Tu tens histórico de anemia ferropriva? Como foi o teu tratamento?
Sabias que é preciso de toda uma orquestra sinérgica de vitaminas e minerais além de ferro?
Precisamos falar um pouquinho do metabolismo do ferro.
Durante a absorção de ferro pelo organismo, temos uma maior expressão de proteínas envolvidas neste processo – como a proteína transportadora de metal divalente (DMT-1) e a ferroportina (FPT), que são responsáveis pelo transporte do ferro; para que isso ocorra de forma adequada, é necessário que o ferro esteja na forma Fe2+, o que é mediado pela redutase citocromo b duodenal ou Dcytb.
Uma proteína, presente na membrana apical das células do duodeno e denominada de Proteína transportadora do heme 1 (HCP-1), é responsável pela internalização do ferro heme da dieta. Por este mecanismo, o ferro liga-se a membrana da borda em escova dos enterócitos duodenais e a HCP-1 importa-o para o meio intracelular.
Em um primeiro momento este ferro heme permanece ligado às membranas de vesículas no citoplasma da célula. Em seguida o ferro é liberado da protoporfirina pela heme oxigenase. Liberado, este ferro se juntará com os ferros não hemes que poderão ser armazenados na forma de FERRITINA (aquela do exame de sangue, lembra?) ou irão para o sangue. A função da FPT é exportar o ferro do enterócitos para o sangue.

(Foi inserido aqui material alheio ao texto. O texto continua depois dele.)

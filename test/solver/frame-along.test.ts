/** Bending and shear between a member's ends, and where bending is greatest. */
import fc from 'fast-check'
import { describe, expect, it } from 'vitest'
import {
  bendingAt,
  extremeBending,
  factorFrame,
  loadResponse,
  shearAt,
  type LoadAlong,
  type MemberAlong,
} from '../../solver/index.ts'
import { arraysOf, continuousBeam, FIXED, PINNED } from '../support/made-frames.ts'

const L = 8
const uniform: LoadAlong = { kind: 'uniform', w: 12 }

function loadedBeam(ends: readonly [number, number], ...loads: LoadAlong[]): MemberAlong {
  const f = factorFrame(arraysOf(continuousBeam([0, L], 5e4, ends)))
  const onMembers = loads.map((load) => ({ ...load, member: 0 }))
  const r = loadResponse(f, [{ nodeDown: new Float64Array(2), onMembers }])
  return { length: L, dx: L, momentFrom: r.momentFrom[0]!, momentTo: r.momentTo[0]!, loads }
}

function greatest(along: MemberAlong): { s: number; bending: number } {
  return extremeBending(along).reduce((most, point) => (point.bending > most.bending ? point : most))
}

describe('the greatest sagging of a beam', () => {
  // Handbook values, common practice.
  it.each([
    ['simply supported, uniform load: wL^2/8 at midspan', [PINNED, PINNED], [uniform], L / 2, (12 * L * L) / 8],
    [
      'simply supported, load at midspan: PL/4',
      [PINNED, PINNED],
      [{ kind: 'point', P: 30, a: L / 2 }],
      L / 2,
      (30 * L) / 4,
    ],
    [
      'simply supported, load off the middle: Pab/L',
      [PINNED, PINNED],
      [{ kind: 'point', P: 30, a: 3 }],
      3,
      (30 * 3 * 5) / L,
    ],
    ['fixed at both ends, uniform load: wL^2/24', [FIXED, FIXED], [uniform], L / 2, (12 * L * L) / 24],
    [
      'fixed at both ends, load at midspan: PL/8',
      [FIXED, FIXED],
      [{ kind: 'point', P: 30, a: L / 2 }],
      L / 2,
      (30 * L) / 8,
    ],
    [
      'propped on the right: 9wL^2/128 at 3L/8 from the prop',
      [FIXED, PINNED],
      [uniform],
      (5 * L) / 8,
      (9 * 12 * L * L) / 128,
    ],
    [
      'propped on the left: 9wL^2/128 at 3L/8 from the prop',
      [PINNED, FIXED],
      [uniform],
      (3 * L) / 8,
      (9 * 12 * L * L) / 128,
    ],
    [
      'propped, load at midspan: 5PL/32',
      [FIXED, PINNED],
      [{ kind: 'point', P: 30, a: L / 2 }],
      L / 2,
      (5 * 30 * L) / 32,
    ],
  ] as [string, [number, number], LoadAlong[], number, number][])('%s', (_, ends, loads, s, bending) => {
    expect(greatest(loadedBeam(ends, ...loads))).toEqual({
      s: expect.closeTo(s, 9),
      bending: expect.closeTo(bending, 9),
    })
  })

  it('with end moments from a settlement moves towards the end that sags', () => {
    // Shear is zero at L/2 + (M_B - M_A) / wL with bending M_A, M_B at the ends; common practice.
    const along = { length: L, dx: L, momentFrom: -40, momentTo: -24, loads: [uniform] }
    const s = L / 2 + (24 + 40) / (12 * L)
    expect(greatest(along)).toEqual({ s: expect.closeTo(s, 9), bending: expect.closeTo(-40 + (12 * s * s) / 2, 9) })
  })
})

describe('along a member', () => {
  it('bending at the ends is M_from and -M_to, and shear without loads is -(M_from + M_to) / L', () => {
    const along = { length: 6, dx: 6, momentFrom: -21.4, momentTo: -20.8, loads: [] }
    expect([bendingAt(along, 0), bendingAt(along, 6), bendingAt(along, 3)]).toEqual([
      -21.4,
      20.8,
      expect.closeTo(-0.3, 12),
    ])
    expect([shearAt(along, 0), shearAt(along, 6)]).toEqual([expect.closeTo(42.2 / 6, 12), expect.closeTo(42.2 / 6, 12)])
  })

  it('a column takes no bending from gravity, and a rafter by its span in plan', () => {
    const member = { length: 5, momentFrom: 0, momentTo: 0, loads: [uniform] }
    expect(extremeBending({ ...member, dx: 0 }).map((p) => p.bending)).toEqual([0, 0])
    expect(greatest({ ...member, dx: 4 })).toEqual({ s: 2.5, bending: expect.closeTo((12 * 0.8 * 25) / 8, 9) })
  })

  it('drawn from right to left, the right-hand side is the top and sagging turns its sign', () => {
    const loads: LoadAlong[] = [uniform, { kind: 'point', P: 25, a: 2 }]
    const back: LoadAlong[] = [uniform, { kind: 'point', P: 25, a: L - 2 }]
    const there: MemberAlong = { length: L, dx: L, momentFrom: -30, momentTo: 11, loads }
    const away: MemberAlong = { length: L, dx: -L, momentFrom: 11, momentTo: -30, loads: back }
    for (const s of [0, 1, 2, 5, 8]) expect(bendingAt(away, L - s)).toBeCloseTo(-bendingAt(there, s), 9)
  })

  it('a load over either end changes the shear there and no bending', () => {
    for (const a of [0, L]) {
      const along: MemberAlong = { length: L, dx: L, momentFrom: 0, momentTo: 0, loads: [{ kind: 'point', P: 10, a }] }
      expect(extremeBending(along)).toEqual([
        { s: 0, bending: 0 },
        { s: L, bending: 0 },
      ])
      expect([shearAt(along, a, 'before'), shearAt(along, a, 'after'), shearAt(along, L / 2)]).toEqual(
        a === 0 ? [10, 0, 0] : [0, -10, 0],
      )
    }
  })

  it('two loads at one place are one place', () => {
    const load: LoadAlong = { kind: 'point', P: 5, a: 3 }
    const along = { length: L, dx: L, momentFrom: 0, momentTo: 0, loads: [load, load] }
    expect(extremeBending(along).map((p) => p.s)).toEqual([0, 3, L])
  })

  const tenth = fc.integer({ min: -400, max: 400 }).map((v) => v / 10)
  const anyLoad = fc.oneof(
    fc.record({ kind: fc.constant('uniform' as const), w: tenth }),
    fc.record({ kind: fc.constant('point' as const), P: tenth, a: fc.integer({ min: 0, max: 80 }).map((v) => v / 10) }),
  )
  const anyMember = fc.record({
    length: fc.constant(L),
    dx: fc.integer({ min: -8, max: 8 }),
    momentFrom: tenth,
    momentTo: tenth,
    loads: fc.array(anyLoad, { maxLength: 5 }),
  })

  it('nothing between the places listed is greater or less than all of them', () => {
    fc.assert(
      fc.property(anyMember, (along) => {
        const listed = extremeBending(along)
        const places = listed.map((p) => p.s)
        expect(places).toEqual([...new Set(places)].sort((a, b) => a - b))
        const values = listed.map((p) => p.bending)
        const [least, most] = [Math.min(...values) - 1e-9, Math.max(...values) + 1e-9]
        for (let step = 0; step <= 160; step++) {
          const bending = bendingAt(along, (step * L) / 160)
          expect(bending).toBeGreaterThanOrEqual(least)
          expect(bending).toBeLessThanOrEqual(most)
        }
      }),
    )
  })

  it('shear is the slope of the bending', () => {
    fc.assert(
      fc.property(anyMember, fc.integer({ min: 1, max: 79 }), (along, step) => {
        // Half way between the places at which loads stand; a chord of a parabola has the slope of its middle.
        const s = step / 10 + 0.05
        const slope = (bendingAt(along, s + 0.04) - bendingAt(along, s - 0.04)) / 0.08
        expect(slope).toBeCloseTo(shearAt(along, s), 7)
      }),
    )
  })
})
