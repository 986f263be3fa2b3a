/** Plane, tilt, angular distortion and deflection ratio. */
import fc from 'fast-check'
import { describe, expect, it } from 'vitest'
import { angularDistortion, certaintyOf, deflectionRatios, planeMap, statusOf, tiltAlong } from '../../solver/index.ts'

function weigh(weights: ArrayLike<number>, values: readonly number[]): number {
  return values.reduce((sum, v, i) => sum + weights[i]! * v, 0)
}

describe('the least-squares plane', () => {
  it('along one line is the straight line of least squares: NIST StRD Norris, certified slope and intercept', () => {
    const x = [0.2, 337.4, 118.2, 884.6, 10.1, 226.5, 666.3, 996.3, 448.6, 777.0, 558.2, 0.4, 0.6, 775.5, 666.9, 338.0, 447.5, 11.6, 556.0, 228.1, 995.8, 887.6, 120.2, 0.3, 0.3, 556.8, 339.1, 887.2, 999.0, 779.0, 11.1, 118.3, 229.2, 669.1, 448.9, 0.5] // prettier-ignore
    const y = [0.1, 338.8, 118.1, 888.0, 9.2, 228.1, 668.5, 998.5, 449.1, 778.9, 559.2, 0.3, 0.1, 778.1, 668.8, 339.3, 448.9, 10.8, 557.7, 228.3, 998.0, 888.8, 119.6, 0.3, 0.6, 557.6, 339.3, 888.0, 998.5, 778.9, 10.2, 117.6, 228.9, 668.4, 449.2, 0.2] // prettier-ignore
    const plane = planeMap(x, new Float64Array(x.length))
    const slope = weigh(plane.tiltX, y)
    expect(plane.rank).toBe(1)
    expect(slope).toBeCloseTo(1.00211681802045, 12)
    expect(weigh(plane.mean, y) - slope * plane.centreX).toBeCloseTo(-0.262323073774029, 10)
  })

  it('is exact for settlements that lie in a plane, and leaves no angular distortion in any direction', () => {
    const place = fc.tuple(fc.integer({ min: -300, max: 300 }), fc.integer({ min: -300, max: 300 }))
    const slopes = fc.tuple(fc.integer({ min: -50, max: 50 }), fc.integer({ min: -50, max: 50 }))
    fc.assert(
      fc.property(
        fc.uniqueArray(place, { minLength: 3, maxLength: 12, selector: String }),
        slopes,
        (places, [a, b]) => {
          const x = places.map((p) => p[0] / 10)
          const y = places.map((p) => p[1] / 10)
          const s = x.map((_, i) => 0.01 + (a / 1e4) * x[i]! + (b / 1e4) * y[i]!)
          const plane = planeMap(x, y)
          fc.pre(plane.rank === 2)
          for (let i = 1; i < places.length; i++) {
            const [dx, dy] = [x[i]! - x[0]!, y[i]! - y[0]!]
            const distortion = angularDistortion(tiltAlong(plane, dx, dy), 0, i, Math.hypot(dx, dy))
            expect(weigh(distortion, s)).toBeCloseTo(0, 10)
          }
        },
      ),
    )
  })

  it('of supports in one straight line gives their slope along it and none across, whichever way it runs', () => {
    const [c, s] = [Math.cos(0.7), Math.sin(0.7)]
    const along = [0, 5, 11, 18]
    const plane = planeMap(along.map((d) => d * c), along.map((d) => d * s)) // prettier-ignore
    const settlement = along.map((d) => 0.003 * d)
    expect(weigh(tiltAlong(plane, c, s), settlement)).toBeCloseTo(0.003, 12)
    expect(weigh(tiltAlong(plane, -s, c), settlement)).toBeCloseTo(0, 12)
  })
})

describe('definitions (Burland and Wroth 1974)', () => {
  it('three equally spaced points, the middle lower by d: distortion d/l, deflection ratio half of it, sagging', () => {
    const settlement = [0, 0.012, 0]
    const tilt = tiltAlong(planeMap([0, 6, 12], [0, 0, 0]), 1, 0)
    expect(weigh(angularDistortion(tilt, 0, 1, 6), settlement)).toBeCloseTo(0.002, 12)
    expect(deflectionRatios([0, 6, 12], settlement)).toEqual([{ kind: 'sagging', from: 0, to: 2, at: 1, ratio: expect.closeTo(0.001, 12) }]) // prettier-ignore
  })

  it('a profile that sags and then hogs has a stretch of each, over its own length', () => {
    const stretches = deflectionRatios([0, 5, 10, 15, 20], [0, 0.01, 0.01, 0.0, 0.0])
    expect(stretches.map((s) => [s.kind, s.from, s.to])).toEqual([
      ['sagging', 0, 3],
      ['hogging', 2, 4],
    ])
  })
})

describe('a value against its triggers', () => {
  const triggers = { amber: 0.1, red: 0.25 }

  it('is amber from amber on and red from red on', () => {
    expect([0, 0.0999, 0.1, 0.2499, 0.25, 9].map((v) => statusOf(v, triggers))).toEqual([
      'green',
      'green',
      'amber',
      'amber',
      'red',
      'red',
    ])
  })

  it('is clear only when its interval lies on one side of every trigger', () => {
    const interval = fc.tuple(
      fc.double({ min: 0, max: 0.5, noNaN: true }),
      fc.double({ min: 0, max: 0.2, noNaN: true }),
    )
    fc.assert(
      fc.property(interval, ([value, sd]) => {
        const ends = [value - 1.96 * sd, value + 1.96 * sd].map((v) => statusOf(v, triggers))
        expect(certaintyOf(value, sd, 1.96, triggers)).toBe(ends[0] === ends[1] ? 'clear' : 'borderline')
      }),
    )
  })
})
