/** Projects in a folder of their own that is gone after the test. For tests. */
import { cpSync, mkdtempSync, rmSync } from 'node:fs'
import { tmpdir } from 'node:os'
import { join } from 'node:path'
import { onTestFinished } from 'vitest'
import { projects } from '../../db/projects.ts'
import type { Building } from '../../app/model/building.ts'
import { faultsOf, type FaultRecord } from '../../app/model/faults.ts'
import type { OpenProject } from '../../app/usecases/ports.ts'
import { smallBuilding } from './made.ts'

export const WHEN = '2026-05-04T08:30:00Z'
export const WHO = 'T. Tester'

/** A path in a new folder. */
export function temporary(name = 'store.levelstead'): string {
  const folder = mkdtempSync(join(tmpdir(), 'levelstead-test-'))
  onTestFinished(() => rmSync(folder, { recursive: true, force: true }))
  return join(folder, name)
}

/** A copy of a file in a new folder. */
export function copied(file: string, name?: string): string {
  const path = temporary(name)
  cpSync(file, path)
  return path
}

/** A project file of that building, made and closed. */
export function madeProject(building: Building = smallBuilding(), when = WHEN): string {
  const path = temporary()
  projects(() => when).create(path, building, building.survey.rounds, WHO, when)
  return path
}

/** A project, open until the test ends. */
export function opened(path: string, now = WHEN, patience_ms?: number): OpenProject {
  const project = projects(() => now, patience_ms).open(path)
  onTestFinished(() => project.close())
  return project
}

/** The faults that a function throws; what else it throws goes on, and none is an error of the test. */
export function faultsBy(run: () => unknown): readonly FaultRecord[] {
  try {
    run()
  } catch (error) {
    const faults = faultsOf(error)
    if (faults) return faults
    throw error
  }
  throw new Error('There was no fault.')
}

export function codesBy(run: () => unknown): string[] {
  return faultsBy(run).map((fault) => fault.code)
}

O Fe3+ é transportado pela transferrina até os locais onde este será reutilizado. A transferrina é capaz de transportar até 12 mg de ferro, mas esta capacidade raramente é utilizada – uma vez que, em geral, apenas 3 mg de ferro é ligado pela transferrina.
Ou seja: 30% da transferrina está saturada com o ferro. Quando a capacidade de ligação da transferrina está totalmente saturada, o ferro pode circular livremente pelo soro, na forma não ligada a transferrina. Deste modo, ele pode ser facilmente internalizado pelas células, provocando danos celulares. O efluxo de ferro do endossoma para o citoplasma é auxiliado pela DMT-1.
Como o ferro encontra-se na forma de Fe3+ e a DMT-1 tem afinidade apenas pelo Fe2+ uma ferriredutase chamada Steap 3 promove a redução do ferro. Deste modo, o ferro é transferido para o citosol pela DMT-1.
⚙️ Sabendo disso, temos algumas questões:
1️⃣️ Hipocloridria e uso de medicações que inibem a acidez estomacal: precisamos de uma acidez adequada lá no nosso estômago. Precisamos de acidez para converter o ferro não-heme (oriundo de fontes vegetais de ferro), que está na forma de Fe3+, para Fe2+. Se não tiver acidez, adiante consumir mais brócolis, espinafre, beterraba, ora pro nobis, couve e feijões e não melhorar a digestão?
2️⃣Vitamina C: os alimentos ricos em vitamina C levam à mudança do estado de oxidação do ferro, de Fe3+ para Fe2+. Além disso, a vitamina C também pode influenciar no transporte e no armazenamento de ferro no organismo. Importante que o consumo destas fontes de vitamina C ocorram pelo menos 2 vezes ao dia, pelo tempo de meia vida desta vitamina.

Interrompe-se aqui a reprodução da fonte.